Remus stilled and chewed on his lip again. He knew where this conversation was going–he and Dora had been going around in circles for… well, months now. They had had this conversation in every room of the flat they had once shared in downtown London, they had had this conversation in a thousand different words in between his visits to the werewolf colony and her late shifts at the Auror Office. She was so sure she wanted to be with him forever, and he was so sure that to drag their relationship into the light would be the thing that ruined it–that it would bring her too much trouble, too much prejudice, too much pain… It was better for them not to be together, Remus was sure of it. He had tried to end it, and hadn't quite managed to sever every tie. It was one thing to crawl into each other's beds after bad days or seek each other out after dangerous Order missions; it would be another for the whole world to know.

"I don't think I should be talking to you about this, Fleur," Remus said.

"You're right, you should be talking to her about this, and so I will go," Fleur said, peeling herself off the wall. "But she meant what she said about loving you too."

"It's not that I don't think she means it," Remus said, cursing himself as he opened his mouth. "It's that I don't think she understands how different it would be to actually be… to actually… to tie herself down to someone like me–of all things, a werewolf."

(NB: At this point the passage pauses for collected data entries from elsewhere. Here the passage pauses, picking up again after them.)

/**
 * Fallback rule: single linkage at CORE_GAP_WEIGHTS·w̄ (every eigenvalue nearer than that to a core
 * member joins). Near-degenerate partners are still inside; farther eigenvalues that might
 * overtake λ2 are taken into the reduced problem edge by edge ("movers", fast-sweep.ts), and the
 * outside resolvent is evaluated exactly (partial fractions), so no expansion radius is needed.
 */
function coreByLinkage(units: Unit[], seeds: Uint8Array, zeroUnit: number, w: number): CoreChoice | null {
  const inCore = Uint8Array.from(seeds);
  const reach = CORE_GAP_WEIGHTS * w;
  for (let changed = true; changed; ) {
    changed = false;
    units.forEach((u, k) => {
      if (inCore[k] || k === zeroUnit) return;
      for (const [re, im] of u.values) {
        const f = folded(re, im);
        units.forEach((c, j) => {
          if (!inCore[j] || inCore[k]) return;
          for (const [cr, ci] of c.values) {
            const g = folded(cr, ci);
            if (Math.hypot(f[0] - g[0], f[1] - g[1]) < reach) {
              inCore[k] = 1;
              changed = true;
            }
          }
        });
      }
    });
  }
  const m = measure(units, inCore, zeroUnit);
  return m.count > MAX_CORE ? null : m;
}

/**
 * @param rawAtZero spread of λ2 between the baseline's solves of L and Lᵀ (anchors noise floors)
 */
export function buildFastData(baseline: SpectralBaseline, rawAtZero = 0, precomputed?: RealSchur): FastSpectralData {
  const n = baseline.n;
  if (!baseline.rooted) return failed(n, 'not rooted: several zero eigenvalues');
  if (n < 2) return failed(n, 'too small');
  let schur: RealSchur;
  try {
    // A Schur form handed in is reordered in place below.
    schur = precomputed ?? realSchur(baseline.laplacian, n);
  } catch {
    return failed(n, 'Schur form did not converge');
  }
  const { t, q } = schur;
  const units: Unit[] = blockLayout(t, n).map(({ start, size }) => {
    if (size === 1) return { start, size, values: [[t[start * n + start], 0]], spectrumIndex: [-1] };
    const e = eig2(t[start * n + start], t[start * n + start + 1], t[(start + 1) * n + start], t[(start + 1) * n + start + 1]);
    return { start, size, values: [[e.re1, e.im], [e.re2, -e.im]], spectrumIndex: [-1, -1] };
  });
  if (!matchToSpectrum(units, baseline.spectrum)) return failed(n, 'spectrum mismatch');
  const unitOfIndex = new Int32Array(baseline.spectrum.length).fill(-1);
  units.forEach((u, k) => u.spectrumIndex.forEach((b) => (unitOfIndex[b] = k)));
  const zeroUnit = unitOfIndex[baseline.zeroIndex];
  if (zeroUnit < 0 || units[zeroUnit].size !== 1) return failed(n, 'zero eigenvalue not isolated');

  // Core: seeds are the λ2 branches (cluster, conjugates, real-part ties), then the gap rule.
  const inCore = new Uint8Array(units.length);
  for (const b of [...baseline.branches, ...baseline.cluster.members]) {
    const u = unitOfIndex[b];
    if (u === zeroUnit) return failed(n, 'λ2 cluster touches the zero eigenvalue');
    inCore[u] = 1;
  }
  const ladderScale = baseline.meanWeight > 0 ? baseline.meanWeight : 1;
  const strict = coreByGapRule(units, inCore, zeroUnit, ladderScale, STRICT_CORE_LIMIT);
  const chosen = strict ?? coreByLinkage(units, inCore, zeroUnit, ladderScale);
  if (!chosen) return failed(n, `λ2 cluster larger than ${MAX_CORE} eigenvalues`);
  inCore.set(chosen.inCore);
  const { centre, radius, gap } = chosen;

  // Groups of close eigenvalues outside the core (union–find).
  const scale = Math.max(baseline.maxDegree, ladderScale);
  const groupDistance = GROUP_DISTANCE * scale;
  const parent = units.map((_, k) => k);
  const find = (k: number): number => {
    while (parent[k] !== k) {
      parent[k] = parent[parent[k]];
      k = parent[k];
    }
    return k;
  };
  const order = units.map((_, k) => k).filter((k) => !inCore[k]).sort((a, b) => units[a].values[0][0] - units[b].values[0][0]);
  // Sweep by real part: only pairs whose real parts are within groupDistance can be close.
  for (let i = 0; i < order.length; i++) {
    const a = units[order[i]];
    const aMin = Math.min(...a.values.map((v) => v[0]));
    for (let j = i + 1; j < order.length; j++) {
      const b = units[order[j]];
      const bMin = Math.min(...b.values.map((v) => v[0]));
      if (bMin - aMin > groupDistance + 1e-300) break;
      let close = false;
      for (const x of a.values) for (const y of b.values) if (Math.hypot(x[0] - y[0], x[1] - y[1]) < groupDistance) close = true;
      if (close) parent[find(order[i])] = find(order[j]);
    }
  }
  // Zero must stay alone; the core must stay apart from the rest.
  for (let k = 0; k < units.length; k++) {
    if (k !== zeroUnit && !inCore[k] && find(k) === find(zeroUnit)) return failed(n, 'an eigenvalue sits next to zero');
  }
  if (gap < groupDistance) return failed(n, 'λ2 cluster not separated from the rest of the spectrum');

  // Desired order: core (rounding-split cluster units first), then outside groups contiguous.
  const clusterUnits = new Set<number>();
  const clusterSize = !baseline.cluster.resolved && baseline.cluster.size > 1 ? baseline.cluster.size : 0;
  if (clusterSize) for (const b of baseline.cluster.members) clusterUnits.add(unitOfIndex[b]);
  let clusterCount = 0;
  for (const u of clusterUnits) clusterCount += units[u].size;
  const desired: number[] = [];
  units.forEach((_, k) => inCore[k] && clusterUnits.has(k) && desired.push(k));
  units.forEach((_, k) => inCore[k] && !clusterUnits.has(k) && desired.push(k));
  const emitted = new Set<number>();
  units.forEach((_, k) => {
    if (inCore[k]) return;
    const root = find(k);
    if (emitted.has(root)) return;
    emitted.add(root);
    units.forEach((_, j) => !inCore[j] && find(j) === root && desired.push(j));
  });

  // Reorder by adjacent swaps (bubbling each desired unit up to its place).
  const position = units.map((_, k) => k);
  const atPos = units.map((_, k) => k);
  const startAt = units.map((u) => u.start);
  for (let target = 0; target < desired.length; target++) {
    const u = desired[target];
    for (let p = position[u]; p > target; p--) {
      const upper = atPos[p - 1];
      const lower = atPos[p];
      const j = startAt[p - 1];
      if (!swapAdjacent(t, q, n, j, units[upper].size, units[lower].size)) return failed(n, 'Schur reordering failed');
      atPos[p - 1] = lower;
      atPos[p] = upper;
      position[lower] = p - 1;
      position[upper] = p;
      startAt[p] = j + units[lower].size;
    }
  }

  // Items: the core, then one per group.
  const ranges: ItemRange[] = [];
  const itemUnits: number[][] = [];
  let cursor = 0;
  let k = 0;
  while (k < desired.length) {
    const first = desired[k];
    const members = [first];
    let j = k + 1;
    if (inCore[first]) {
      while (j < desired.length && inCore[desired[j]]) members.push(desired[j++]);
    } else {
      while (j < desired.length && !inCore[desired[j]] && find(desired[j]) === find(first)) members.push(desired[j++]);
    }
    const size = members.reduce((s, m) => s + units[m].size, 0);
    ranges.push({ start: cursor, size });
    itemUnits.push(members);
    cursor += size;
    k = j;
  }
  const diag = blockDiagonalise(t, q, n, ranges);
  if (!diag) return failed(n, 'block-diagonalisation failed');
  const { v, wt } = diag;

  const items: FastItem[] = ranges.map((range, idx) => {
    const block = new Float64Array(range.size * range.size);
    for (let r = 0; r < range.size; r++) for (let c = 0; c < range.size; c++) block[r * range.size + c] = t[(range.start + r) * n + range.start + c];
    const values: number[] = [];
    const spectrumIndex: number[] = [];
    for (const u of itemUnits[idx]) {
      units[u].values.forEach(([re, im], s) => {
        values.push(re, im);
        spectrumIndex.push(units[u].spectrumIndex[s]);
      });
    }
    let kind: FastItem['kind'] = idx === 0 ? 'core' : 'block';
    let pairVectors: FastItem['pairVectors'];
    if (idx > 0 && itemUnits[idx].length === 1) {
      const unit = units[itemUnits[idx][0]];
      if (unit.size === 1) kind = 'real';
      else {
        const [a, b, c, d] = block;
        const e = eig2(a, b, c, d);
        if (e.im > 0 && b !== 0) {
          kind = 'pair';
          // (B − μ)e = 0 with e = (b, μ − a); Bᵀf = μf with f = (c, μ − a); scaled so fᵀe = 1 (by hand).
          const mr = e.re1 - a;
          const mi = e.im;
          const dotR = c * b + (mr * mr - mi * mi);
          const dotI = 2 * mr * mi;
          const den = dotR * dotR + dotI * dotI;
          const invR = dotR / den;
          const invI = -dotI / den;
          pairVectors = {
            e: plain([b, 0, mr, mi]),
            f: plain([c * invR, c * invI, mr * invR - mi * invI, mr * invI + mi * invR]),
          };
          values.length = 0;
          values.push(e.re1, e.im, e.re2, -e.im);
        }
      }
    }
    const item: FastItem = { start: range.start, size: range.size, kind, block: plain(block), values: plain(values), spectrumIndex };
    if (pairVectors) item.pairVectors = pairVectors;
    return item;
  });
  const zeroItem = itemUnits.findIndex((members) => members.includes(zeroUnit));

  // Quality of the core's projector P = X·Yᵀ (X = V[:, core], Yᵀ = V⁻¹[core, :]).
  const m = ranges[0].size;
  const coreBlock = items[0].block;
  const ytx = new Float64Array(m * m);
  const g1 = new Float64Array(m * m);
  const g2 = new Float64Array(m * m);
  for (let r = 0; r < n; r++) {
    for (let a = 0; a < m; a++) {
      for (let b = 0; b < m; b++) {
        ytx[a * m + b] += wt[r * n + a] * v[r * n + b];
        g1[a * m + b] += v[r * n + a] * v[r * n + b];
        g2[a * m + b] += wt[r * n + a] * wt[r * n + b];
      }
    }
  }
  for (let a = 0; a < m; a++) ytx[a * m + a] -= 1;
  // ‖X K Yᵀ‖_F² = trace(Kᵀ G1 K G2) with K = YᵀX − I, G1 = XᵀX, G2 = YᵀY (by hand).
  let defect2 = 0;
  const g1k = new Float64Array(m * m);
  for (let a = 0; a < m; a++) for (let b = 0; b < m; b++) {
    let s = 0;
    for (let c = 0; c < m; c++) s += g1[a * m + c] * ytx[c * m + b];
    g1k[a * m + b] = s;
  }
  const g1kg2 = new Float64Array(m * m);
  for (let a = 0; a < m; a++) for (let b = 0; b < m; b++) {
    let s = 0;
    for (let c = 0; c < m; c++) s += g1k[a * m + c] * g2[c * m + b];
    g1kg2[a * m + b] = s;
  }
  for (let a = 0; a < m; a++) for (let c = 0; c < m; c++) defect2 += ytx[c * m + a] * g1kg2[c * m + a];
  let residual2 = 0;
  const L = baseline.laplacian;
  for (let r = 0; r < n; r++) {
    for (let c = 0; c < m; c++) {
      let s = 0;
      for (let j = 0; j < n; j++) s += L[r * n + j] * v[j * n + c];
      for (let j = 0; j < m; j++) s -= v[r * n + j] * coreBlock[j * m + c];
      residual2 += s * s;
    }
  }

  // Cluster first inside the core: decouple it from the rest of the core (for Puiseux data).
  let clusterCoupling: number[] | null = null;
  let clusterLeading = 0;
  if (clusterSize && clusterCount === clusterSize) {
    clusterLeading = clusterSize;
    if (m > clusterSize) {
      const kc = clusterSize;
      const ko = m - kc;
      const ac = new Float64Array(kc * kc);
      const ao = new Float64Array(ko * ko);
      const ax = new Float64Array(kc * ko);
      for (let r = 0; r < kc; r++) for (let c = 0; c < kc; c++) ac[r * kc + c] = coreBlock[r * m + c];
      for (let r = 0; r < ko; r++) for (let c = 0; c < ko; c++) ao[r * ko + c] = coreBlock[(kc + r) * m + kc + c];
      for (let r = 0; r < kc; r++) for (let c = 0; c < ko; c++) ax[r * ko + c] = -coreBlock[r * m + kc + c];
      const r1 = solveSylvester(ac, kc, ao, ko, ax);
      if (r1 && r1.every(Number.isFinite)) clusterCoupling = plain(r1);
      else clusterLeading = 0;
    }
  }

  // Rounding split of the cluster in this Schur form (its eigenvalues' spread around their mean).
  let clusterRadius = 0;
  if (clusterLeading) {
    const vals = items[0].values;
    let mr = 0;
    let mi = 0;
    for (let i = 0; i < clusterLeading; i++) {
      mr += vals[2 * i];
      mi += vals[2 * i + 1];
    }
    mr /= clusterLeading;
    mi /= clusterLeading;
    for (let i = 0; i < clusterLeading; i++) clusterRadius = Math.max(clusterRadius, Math.hypot(vals[2 * i] - mr, vals[2 * i + 1] - mi));
  }

  return {
    key: contentKey(baseline, items),
    ok: true,
    n,
    v: plain(v),
    wt: plain(wt),
    items,
    zeroItem,
    core: {
      size: m,
      centre: { re: centre[0] + 0, im: centre[1] + 0 },
      radius,
      gap: Number.isFinite(gap) ? gap : null,
      rawAtZero: rawAtZero + 0,
      clusterRadius,
      projectorDefect: Math.sqrt(Math.max(defect2, 0)),
      invarianceResidual: Math.sqrt(residual2),
      clusterSize: clusterLeading,
      clusterCoupling,
    },
  };
}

"Hey," Fleur said. "That is possibly my fiancé, the love of my life, you are talking about. And you said it yourself that you knew I loved him…"

"It's more complicated than that, Fleur," Remus said.

"Maybe," Fleur said. "What else can I say to you, Remus? I know I love the man I want to marry. That is all."

She strolled back into the castle, leaving the courtyard to Remus once again.

He tilted his head back and rested it against the stone. He thought of having seen Dora again, after they had been separated in the battle, when he had thought something may have happened to her. He thought of the way he had had to remind himself not to reach for her, because that was all his arms wanted to do before he could even process that she was there, but their relationship was supposed to be as quiet as it could be, and he had spent so much time convincing her that it would be better that way...

He thought of what Fleur had said about Bill. She had no way of knowing what would happen, but knew she loved Bill enough to get through it. Meanwhile, he knew exactly what would happen if he married Dora, but knew that he wanted to love her enough to get through it. He wanted his love to be enough to warrant and fix and patch all those problems he foresaw.

Those things felt so very different. But Remus wanted very, very badly to love her enough to get through what would happen if she married him–the whispers, the stigma, the places they would not be welcome if she was with him, the questions that everyone would ask her, the rumours that would spread...

It was him and the night air for a while as he thought about that; about how he would always want to love her enough to make the world good and decent and kind and safe for her, even if he couldn't actually do it. Even if he couldn't actually get it done.

Eventually, Dora did what he'd guessed she'd do and came to find him in the courtyard by her old common room.

"Hey," she said under her breath. "I thought you might be by Gryffindor Tower..."

"I want to marry you," Remus said–the first time he had said it, even if she had said it time and time again.

Dora froze, grey eyes widening and lips parting.

"Remus, are… are you saying that because of what happened in the infirmary? Because I didn't mean to ambush you, I'm sorry, that was impulsive…"

"I'm saying I want to marry you because I want to marry you," Remus said. "I want to marry you. That's all I can give you: the fact that I want to marry you, and want to love you enough to always be worth what might happen to you–to us. I can always give you that. And if that is going to be enough for you, on the days where I can't love you enough to make the world alright… then yes. I want to marry you."

The corners of her lips tugged up shakingly, as if she had lost control of her smile.

"Good," Dora asked, closing the distance between them and looping her arms around his shoulders. "Because that's how much I want to marry you too."